§ **WHAT YOU NEED TO DO**
Read through the listing below, and copy every line where the string "raises" appears.

━━━━━━━━━━━━━━━━━━━━━━━━━━━━━━

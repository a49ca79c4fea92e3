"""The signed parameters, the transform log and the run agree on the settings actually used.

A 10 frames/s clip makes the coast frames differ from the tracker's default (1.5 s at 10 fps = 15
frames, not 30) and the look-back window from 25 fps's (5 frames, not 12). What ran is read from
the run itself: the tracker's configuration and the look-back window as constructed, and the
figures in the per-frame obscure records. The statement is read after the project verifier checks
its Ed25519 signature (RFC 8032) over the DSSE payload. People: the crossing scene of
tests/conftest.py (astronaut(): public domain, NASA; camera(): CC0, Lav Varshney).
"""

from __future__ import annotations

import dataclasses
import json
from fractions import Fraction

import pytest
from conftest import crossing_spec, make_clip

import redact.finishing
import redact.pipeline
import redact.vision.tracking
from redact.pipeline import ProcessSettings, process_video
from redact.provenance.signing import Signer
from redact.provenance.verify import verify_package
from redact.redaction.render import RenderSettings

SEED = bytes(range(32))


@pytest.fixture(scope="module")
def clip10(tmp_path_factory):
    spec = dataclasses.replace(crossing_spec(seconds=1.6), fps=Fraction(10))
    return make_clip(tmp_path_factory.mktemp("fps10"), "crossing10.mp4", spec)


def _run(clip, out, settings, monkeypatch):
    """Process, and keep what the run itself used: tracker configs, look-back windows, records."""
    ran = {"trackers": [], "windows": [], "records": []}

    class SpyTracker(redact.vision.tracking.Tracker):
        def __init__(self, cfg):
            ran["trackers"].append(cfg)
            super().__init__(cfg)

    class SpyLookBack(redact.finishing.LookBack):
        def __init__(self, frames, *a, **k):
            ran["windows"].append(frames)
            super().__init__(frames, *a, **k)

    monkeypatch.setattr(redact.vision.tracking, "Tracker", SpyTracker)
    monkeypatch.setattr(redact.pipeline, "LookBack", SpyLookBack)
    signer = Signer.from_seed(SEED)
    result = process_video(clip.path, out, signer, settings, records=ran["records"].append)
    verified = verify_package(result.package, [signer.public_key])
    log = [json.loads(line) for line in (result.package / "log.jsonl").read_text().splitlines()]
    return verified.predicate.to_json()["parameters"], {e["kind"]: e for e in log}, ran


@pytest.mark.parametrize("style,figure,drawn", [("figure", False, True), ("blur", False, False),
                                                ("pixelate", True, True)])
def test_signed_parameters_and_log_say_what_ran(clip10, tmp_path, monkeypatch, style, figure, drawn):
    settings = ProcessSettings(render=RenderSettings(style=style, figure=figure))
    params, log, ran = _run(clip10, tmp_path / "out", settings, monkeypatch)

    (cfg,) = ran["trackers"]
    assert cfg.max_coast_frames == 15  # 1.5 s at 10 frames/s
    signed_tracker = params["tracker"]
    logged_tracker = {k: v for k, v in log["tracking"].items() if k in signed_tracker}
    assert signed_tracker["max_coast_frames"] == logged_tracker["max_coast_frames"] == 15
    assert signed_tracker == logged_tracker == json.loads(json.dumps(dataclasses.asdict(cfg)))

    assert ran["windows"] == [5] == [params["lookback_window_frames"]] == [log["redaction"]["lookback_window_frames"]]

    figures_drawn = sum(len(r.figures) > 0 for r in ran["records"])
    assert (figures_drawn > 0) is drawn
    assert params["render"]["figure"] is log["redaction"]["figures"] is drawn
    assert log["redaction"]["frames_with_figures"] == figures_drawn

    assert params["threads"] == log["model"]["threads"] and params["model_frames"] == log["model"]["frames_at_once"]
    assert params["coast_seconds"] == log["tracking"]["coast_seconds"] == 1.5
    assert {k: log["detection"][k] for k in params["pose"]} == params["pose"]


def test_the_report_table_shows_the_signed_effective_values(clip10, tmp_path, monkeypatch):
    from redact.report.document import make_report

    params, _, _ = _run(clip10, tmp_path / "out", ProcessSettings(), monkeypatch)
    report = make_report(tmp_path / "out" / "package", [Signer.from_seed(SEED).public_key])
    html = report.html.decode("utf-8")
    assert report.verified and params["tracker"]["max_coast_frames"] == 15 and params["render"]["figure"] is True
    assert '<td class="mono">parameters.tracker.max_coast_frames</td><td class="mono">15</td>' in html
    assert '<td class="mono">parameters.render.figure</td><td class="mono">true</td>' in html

━━━━━━━━━━━━━━━━━━━━━━━━━━━━━━

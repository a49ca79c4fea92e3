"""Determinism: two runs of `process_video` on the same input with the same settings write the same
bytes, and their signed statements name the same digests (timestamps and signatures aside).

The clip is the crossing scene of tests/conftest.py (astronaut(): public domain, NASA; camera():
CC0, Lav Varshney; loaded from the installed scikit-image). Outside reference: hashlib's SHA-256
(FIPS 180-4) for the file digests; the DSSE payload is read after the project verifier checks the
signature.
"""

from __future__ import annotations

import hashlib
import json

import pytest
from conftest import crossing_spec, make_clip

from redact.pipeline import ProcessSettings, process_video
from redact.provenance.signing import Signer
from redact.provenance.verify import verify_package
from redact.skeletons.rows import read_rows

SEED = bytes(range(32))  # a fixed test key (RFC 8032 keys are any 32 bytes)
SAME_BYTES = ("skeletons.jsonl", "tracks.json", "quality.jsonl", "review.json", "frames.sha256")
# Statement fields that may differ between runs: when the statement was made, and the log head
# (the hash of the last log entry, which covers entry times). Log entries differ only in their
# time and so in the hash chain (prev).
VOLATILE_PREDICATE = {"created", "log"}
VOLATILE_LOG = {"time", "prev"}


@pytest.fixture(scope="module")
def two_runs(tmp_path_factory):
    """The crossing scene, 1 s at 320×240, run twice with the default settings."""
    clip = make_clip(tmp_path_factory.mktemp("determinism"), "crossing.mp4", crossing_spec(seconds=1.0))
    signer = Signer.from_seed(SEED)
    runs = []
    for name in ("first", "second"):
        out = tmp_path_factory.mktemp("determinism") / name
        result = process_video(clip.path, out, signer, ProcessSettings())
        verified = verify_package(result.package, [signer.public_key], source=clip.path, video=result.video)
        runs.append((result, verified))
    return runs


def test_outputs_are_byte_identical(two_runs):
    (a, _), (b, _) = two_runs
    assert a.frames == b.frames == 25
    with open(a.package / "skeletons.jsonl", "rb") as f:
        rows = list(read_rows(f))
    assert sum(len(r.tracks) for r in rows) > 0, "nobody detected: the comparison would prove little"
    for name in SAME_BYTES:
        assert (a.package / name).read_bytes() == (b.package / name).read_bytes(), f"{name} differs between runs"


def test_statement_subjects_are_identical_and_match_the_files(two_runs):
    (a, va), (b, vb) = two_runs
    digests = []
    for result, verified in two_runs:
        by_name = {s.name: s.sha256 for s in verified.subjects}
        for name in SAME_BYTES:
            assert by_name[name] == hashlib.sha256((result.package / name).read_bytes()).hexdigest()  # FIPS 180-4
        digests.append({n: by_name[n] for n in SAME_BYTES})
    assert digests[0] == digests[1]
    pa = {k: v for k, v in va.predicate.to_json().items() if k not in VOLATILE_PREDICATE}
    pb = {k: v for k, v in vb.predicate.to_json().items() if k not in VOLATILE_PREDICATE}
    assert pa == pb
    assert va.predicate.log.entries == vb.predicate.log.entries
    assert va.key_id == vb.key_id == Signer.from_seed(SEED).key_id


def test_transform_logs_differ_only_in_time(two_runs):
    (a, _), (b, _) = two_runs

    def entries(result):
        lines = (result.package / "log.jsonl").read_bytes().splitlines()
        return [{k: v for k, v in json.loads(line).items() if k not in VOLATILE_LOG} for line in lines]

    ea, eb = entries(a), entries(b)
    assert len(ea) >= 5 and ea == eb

━━━━━━━━━━━━━━━━━━━━━━━━━━━━━━

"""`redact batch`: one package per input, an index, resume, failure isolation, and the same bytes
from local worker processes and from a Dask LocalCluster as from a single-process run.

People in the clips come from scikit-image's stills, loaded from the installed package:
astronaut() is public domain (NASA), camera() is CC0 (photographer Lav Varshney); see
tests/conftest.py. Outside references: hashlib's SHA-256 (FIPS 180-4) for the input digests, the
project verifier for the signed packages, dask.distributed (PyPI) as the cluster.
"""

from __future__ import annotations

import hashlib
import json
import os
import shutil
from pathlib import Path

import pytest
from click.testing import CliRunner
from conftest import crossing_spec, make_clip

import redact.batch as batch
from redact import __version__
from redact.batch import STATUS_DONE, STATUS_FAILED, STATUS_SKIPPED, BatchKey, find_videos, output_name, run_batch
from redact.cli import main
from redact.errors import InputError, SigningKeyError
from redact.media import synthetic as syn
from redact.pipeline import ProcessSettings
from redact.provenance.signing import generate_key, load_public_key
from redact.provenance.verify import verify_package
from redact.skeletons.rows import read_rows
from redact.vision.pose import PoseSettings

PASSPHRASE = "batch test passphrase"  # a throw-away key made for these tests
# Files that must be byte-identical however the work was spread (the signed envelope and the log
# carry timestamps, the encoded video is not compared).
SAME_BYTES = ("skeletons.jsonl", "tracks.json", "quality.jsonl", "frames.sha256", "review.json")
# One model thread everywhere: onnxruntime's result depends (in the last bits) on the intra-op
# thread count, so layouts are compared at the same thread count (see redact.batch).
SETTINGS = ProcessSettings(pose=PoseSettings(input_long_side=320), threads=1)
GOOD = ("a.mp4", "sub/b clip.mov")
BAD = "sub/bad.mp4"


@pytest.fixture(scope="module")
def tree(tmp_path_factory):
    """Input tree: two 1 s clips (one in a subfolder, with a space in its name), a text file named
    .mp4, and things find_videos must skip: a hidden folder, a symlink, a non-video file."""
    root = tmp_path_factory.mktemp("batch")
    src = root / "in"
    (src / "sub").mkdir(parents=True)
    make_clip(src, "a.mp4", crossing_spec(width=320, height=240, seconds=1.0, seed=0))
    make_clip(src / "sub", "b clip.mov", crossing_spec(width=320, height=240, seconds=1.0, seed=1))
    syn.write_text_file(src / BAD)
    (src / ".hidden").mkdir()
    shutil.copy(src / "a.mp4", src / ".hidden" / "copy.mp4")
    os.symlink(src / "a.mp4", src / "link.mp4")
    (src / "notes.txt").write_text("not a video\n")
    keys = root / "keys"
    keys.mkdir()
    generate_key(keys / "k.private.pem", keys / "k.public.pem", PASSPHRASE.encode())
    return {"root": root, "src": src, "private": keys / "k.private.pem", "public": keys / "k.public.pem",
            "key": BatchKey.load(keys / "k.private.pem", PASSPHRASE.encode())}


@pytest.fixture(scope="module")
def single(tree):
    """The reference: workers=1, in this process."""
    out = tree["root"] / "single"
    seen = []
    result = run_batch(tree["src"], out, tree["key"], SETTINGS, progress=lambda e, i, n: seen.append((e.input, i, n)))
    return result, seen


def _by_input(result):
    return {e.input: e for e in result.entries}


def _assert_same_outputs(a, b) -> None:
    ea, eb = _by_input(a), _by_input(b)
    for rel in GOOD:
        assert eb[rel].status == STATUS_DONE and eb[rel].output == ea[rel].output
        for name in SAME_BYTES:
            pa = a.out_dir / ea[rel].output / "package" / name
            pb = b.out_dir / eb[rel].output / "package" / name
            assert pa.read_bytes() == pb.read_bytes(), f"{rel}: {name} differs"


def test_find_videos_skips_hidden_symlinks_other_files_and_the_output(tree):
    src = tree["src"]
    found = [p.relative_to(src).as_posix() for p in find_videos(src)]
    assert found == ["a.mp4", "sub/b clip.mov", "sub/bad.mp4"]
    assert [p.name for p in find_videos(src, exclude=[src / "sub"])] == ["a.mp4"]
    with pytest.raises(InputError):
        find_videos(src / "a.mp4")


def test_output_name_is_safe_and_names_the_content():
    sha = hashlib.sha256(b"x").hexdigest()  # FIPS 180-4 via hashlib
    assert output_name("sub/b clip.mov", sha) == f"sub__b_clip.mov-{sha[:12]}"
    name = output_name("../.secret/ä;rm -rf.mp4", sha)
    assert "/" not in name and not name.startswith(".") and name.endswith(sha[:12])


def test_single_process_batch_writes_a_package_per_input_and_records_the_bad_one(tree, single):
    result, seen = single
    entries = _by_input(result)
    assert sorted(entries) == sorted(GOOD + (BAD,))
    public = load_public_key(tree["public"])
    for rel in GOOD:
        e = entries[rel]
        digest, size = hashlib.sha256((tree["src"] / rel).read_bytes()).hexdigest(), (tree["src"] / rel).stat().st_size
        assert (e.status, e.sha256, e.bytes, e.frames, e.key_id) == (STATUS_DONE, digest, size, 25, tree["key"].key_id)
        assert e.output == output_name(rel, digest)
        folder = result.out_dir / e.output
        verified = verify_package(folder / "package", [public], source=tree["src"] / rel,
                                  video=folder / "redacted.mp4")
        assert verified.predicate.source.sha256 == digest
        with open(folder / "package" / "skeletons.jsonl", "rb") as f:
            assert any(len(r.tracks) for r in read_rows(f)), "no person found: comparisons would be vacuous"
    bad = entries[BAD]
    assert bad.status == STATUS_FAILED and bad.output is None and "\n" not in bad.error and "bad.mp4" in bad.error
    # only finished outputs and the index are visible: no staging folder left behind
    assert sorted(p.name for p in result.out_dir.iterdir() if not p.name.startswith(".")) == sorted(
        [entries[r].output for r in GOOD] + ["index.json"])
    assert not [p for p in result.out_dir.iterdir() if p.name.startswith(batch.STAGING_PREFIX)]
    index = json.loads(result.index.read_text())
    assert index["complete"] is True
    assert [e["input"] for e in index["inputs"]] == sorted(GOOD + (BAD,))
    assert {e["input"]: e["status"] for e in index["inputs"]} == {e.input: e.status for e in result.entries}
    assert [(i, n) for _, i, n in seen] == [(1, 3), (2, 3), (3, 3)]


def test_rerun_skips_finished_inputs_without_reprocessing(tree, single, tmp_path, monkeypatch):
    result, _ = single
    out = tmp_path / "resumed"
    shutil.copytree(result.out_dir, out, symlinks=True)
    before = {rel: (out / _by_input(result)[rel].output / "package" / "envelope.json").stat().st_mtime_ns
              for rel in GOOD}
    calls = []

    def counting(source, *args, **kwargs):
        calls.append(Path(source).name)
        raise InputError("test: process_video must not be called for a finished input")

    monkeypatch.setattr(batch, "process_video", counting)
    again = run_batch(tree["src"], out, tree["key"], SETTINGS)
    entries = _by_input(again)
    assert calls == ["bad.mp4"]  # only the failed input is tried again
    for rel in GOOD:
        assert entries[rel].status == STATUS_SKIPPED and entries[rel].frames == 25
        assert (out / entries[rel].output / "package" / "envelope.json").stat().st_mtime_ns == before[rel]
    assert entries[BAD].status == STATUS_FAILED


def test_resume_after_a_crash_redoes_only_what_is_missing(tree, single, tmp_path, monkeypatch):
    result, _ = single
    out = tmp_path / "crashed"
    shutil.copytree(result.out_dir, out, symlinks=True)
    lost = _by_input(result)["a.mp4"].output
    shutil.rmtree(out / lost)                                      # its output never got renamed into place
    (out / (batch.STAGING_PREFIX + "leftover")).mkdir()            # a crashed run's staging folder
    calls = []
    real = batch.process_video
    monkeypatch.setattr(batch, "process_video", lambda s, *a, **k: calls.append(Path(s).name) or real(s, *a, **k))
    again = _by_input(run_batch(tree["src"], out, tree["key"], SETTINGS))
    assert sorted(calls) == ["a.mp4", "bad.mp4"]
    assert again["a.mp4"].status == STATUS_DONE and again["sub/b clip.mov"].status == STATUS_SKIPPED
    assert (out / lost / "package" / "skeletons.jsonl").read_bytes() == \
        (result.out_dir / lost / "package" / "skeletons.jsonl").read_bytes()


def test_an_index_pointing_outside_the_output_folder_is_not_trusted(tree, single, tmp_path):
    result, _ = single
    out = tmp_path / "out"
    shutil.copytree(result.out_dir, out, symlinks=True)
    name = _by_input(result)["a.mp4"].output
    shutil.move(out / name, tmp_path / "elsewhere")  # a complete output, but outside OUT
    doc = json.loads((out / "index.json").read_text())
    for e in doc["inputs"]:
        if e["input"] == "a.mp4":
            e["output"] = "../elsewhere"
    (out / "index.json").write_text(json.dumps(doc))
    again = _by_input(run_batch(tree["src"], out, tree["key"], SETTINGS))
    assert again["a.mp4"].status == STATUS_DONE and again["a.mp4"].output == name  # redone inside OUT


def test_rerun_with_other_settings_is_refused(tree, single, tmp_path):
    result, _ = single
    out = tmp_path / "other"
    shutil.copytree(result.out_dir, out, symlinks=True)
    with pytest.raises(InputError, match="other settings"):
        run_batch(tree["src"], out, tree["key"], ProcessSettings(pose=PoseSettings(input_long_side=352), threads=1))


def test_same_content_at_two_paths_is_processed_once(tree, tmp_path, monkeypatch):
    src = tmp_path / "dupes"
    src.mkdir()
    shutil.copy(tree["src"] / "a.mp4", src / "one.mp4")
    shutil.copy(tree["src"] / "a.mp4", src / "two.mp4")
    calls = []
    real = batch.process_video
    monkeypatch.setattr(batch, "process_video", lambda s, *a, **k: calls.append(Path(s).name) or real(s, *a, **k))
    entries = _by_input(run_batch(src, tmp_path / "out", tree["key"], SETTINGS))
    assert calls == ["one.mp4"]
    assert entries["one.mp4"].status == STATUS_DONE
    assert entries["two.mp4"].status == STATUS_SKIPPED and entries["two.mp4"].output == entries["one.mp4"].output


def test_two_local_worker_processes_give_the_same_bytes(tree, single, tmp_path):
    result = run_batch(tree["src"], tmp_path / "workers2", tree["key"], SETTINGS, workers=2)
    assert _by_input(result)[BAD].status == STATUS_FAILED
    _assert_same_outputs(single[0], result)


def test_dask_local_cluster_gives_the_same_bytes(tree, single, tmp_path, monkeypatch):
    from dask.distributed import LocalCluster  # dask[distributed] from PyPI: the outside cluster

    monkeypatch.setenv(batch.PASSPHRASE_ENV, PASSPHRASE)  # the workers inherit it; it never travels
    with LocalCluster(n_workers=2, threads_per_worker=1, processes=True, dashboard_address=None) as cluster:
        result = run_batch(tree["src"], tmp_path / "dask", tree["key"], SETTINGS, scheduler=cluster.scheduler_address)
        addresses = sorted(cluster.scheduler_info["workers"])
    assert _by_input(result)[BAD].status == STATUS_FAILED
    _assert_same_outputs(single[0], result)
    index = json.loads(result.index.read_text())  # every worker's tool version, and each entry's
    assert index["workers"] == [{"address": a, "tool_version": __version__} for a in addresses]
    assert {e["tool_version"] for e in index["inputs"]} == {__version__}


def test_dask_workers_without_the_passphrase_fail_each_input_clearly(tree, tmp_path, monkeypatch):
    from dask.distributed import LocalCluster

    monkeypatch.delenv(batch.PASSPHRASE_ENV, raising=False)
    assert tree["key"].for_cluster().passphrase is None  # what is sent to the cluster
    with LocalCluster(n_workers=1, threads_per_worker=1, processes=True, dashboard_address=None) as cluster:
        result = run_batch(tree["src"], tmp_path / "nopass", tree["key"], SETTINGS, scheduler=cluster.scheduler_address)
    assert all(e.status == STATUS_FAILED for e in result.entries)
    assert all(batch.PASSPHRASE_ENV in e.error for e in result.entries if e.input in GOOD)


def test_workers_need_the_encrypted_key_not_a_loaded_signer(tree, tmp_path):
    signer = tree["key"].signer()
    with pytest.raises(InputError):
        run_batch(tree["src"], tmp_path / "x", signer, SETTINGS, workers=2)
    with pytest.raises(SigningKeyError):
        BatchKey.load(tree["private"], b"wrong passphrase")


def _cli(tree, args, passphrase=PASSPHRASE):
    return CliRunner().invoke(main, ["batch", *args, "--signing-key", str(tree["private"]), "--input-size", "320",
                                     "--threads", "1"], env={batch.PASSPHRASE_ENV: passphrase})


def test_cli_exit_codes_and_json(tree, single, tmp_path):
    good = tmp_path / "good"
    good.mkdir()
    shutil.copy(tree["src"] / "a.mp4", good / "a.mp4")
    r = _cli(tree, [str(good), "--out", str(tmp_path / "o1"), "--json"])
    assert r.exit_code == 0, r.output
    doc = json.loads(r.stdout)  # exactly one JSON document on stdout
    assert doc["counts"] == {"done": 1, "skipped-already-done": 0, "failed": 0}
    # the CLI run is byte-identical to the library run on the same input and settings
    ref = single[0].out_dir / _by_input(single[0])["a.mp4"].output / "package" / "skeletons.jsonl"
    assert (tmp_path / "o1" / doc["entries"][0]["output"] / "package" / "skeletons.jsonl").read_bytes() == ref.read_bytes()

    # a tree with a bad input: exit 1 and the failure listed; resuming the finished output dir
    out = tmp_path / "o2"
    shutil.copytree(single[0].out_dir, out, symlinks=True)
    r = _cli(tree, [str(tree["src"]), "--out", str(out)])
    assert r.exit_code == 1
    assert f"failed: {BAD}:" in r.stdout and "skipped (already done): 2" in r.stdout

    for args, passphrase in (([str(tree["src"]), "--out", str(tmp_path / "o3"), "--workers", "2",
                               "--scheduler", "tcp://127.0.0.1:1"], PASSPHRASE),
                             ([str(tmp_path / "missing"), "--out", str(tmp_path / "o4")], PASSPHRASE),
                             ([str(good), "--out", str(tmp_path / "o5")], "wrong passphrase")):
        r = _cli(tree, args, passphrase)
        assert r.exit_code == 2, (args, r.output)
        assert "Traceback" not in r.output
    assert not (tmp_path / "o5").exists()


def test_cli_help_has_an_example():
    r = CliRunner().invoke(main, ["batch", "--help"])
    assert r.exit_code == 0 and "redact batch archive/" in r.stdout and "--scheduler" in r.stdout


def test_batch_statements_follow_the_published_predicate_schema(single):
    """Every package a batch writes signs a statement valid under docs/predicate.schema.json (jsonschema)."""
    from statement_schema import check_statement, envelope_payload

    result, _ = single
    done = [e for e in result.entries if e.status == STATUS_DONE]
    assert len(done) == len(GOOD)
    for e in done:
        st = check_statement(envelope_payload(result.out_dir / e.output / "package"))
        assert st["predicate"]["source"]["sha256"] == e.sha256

━━━━━━━━━━━━━━━━━━━━━━━━━━━━━━

§ **TASK OUTPUT**
    with pytest.raises(InputError):
    with pytest.raises(InputError, match="other settings"):
    with pytest.raises(InputError):
    with pytest.raises(SigningKeyError):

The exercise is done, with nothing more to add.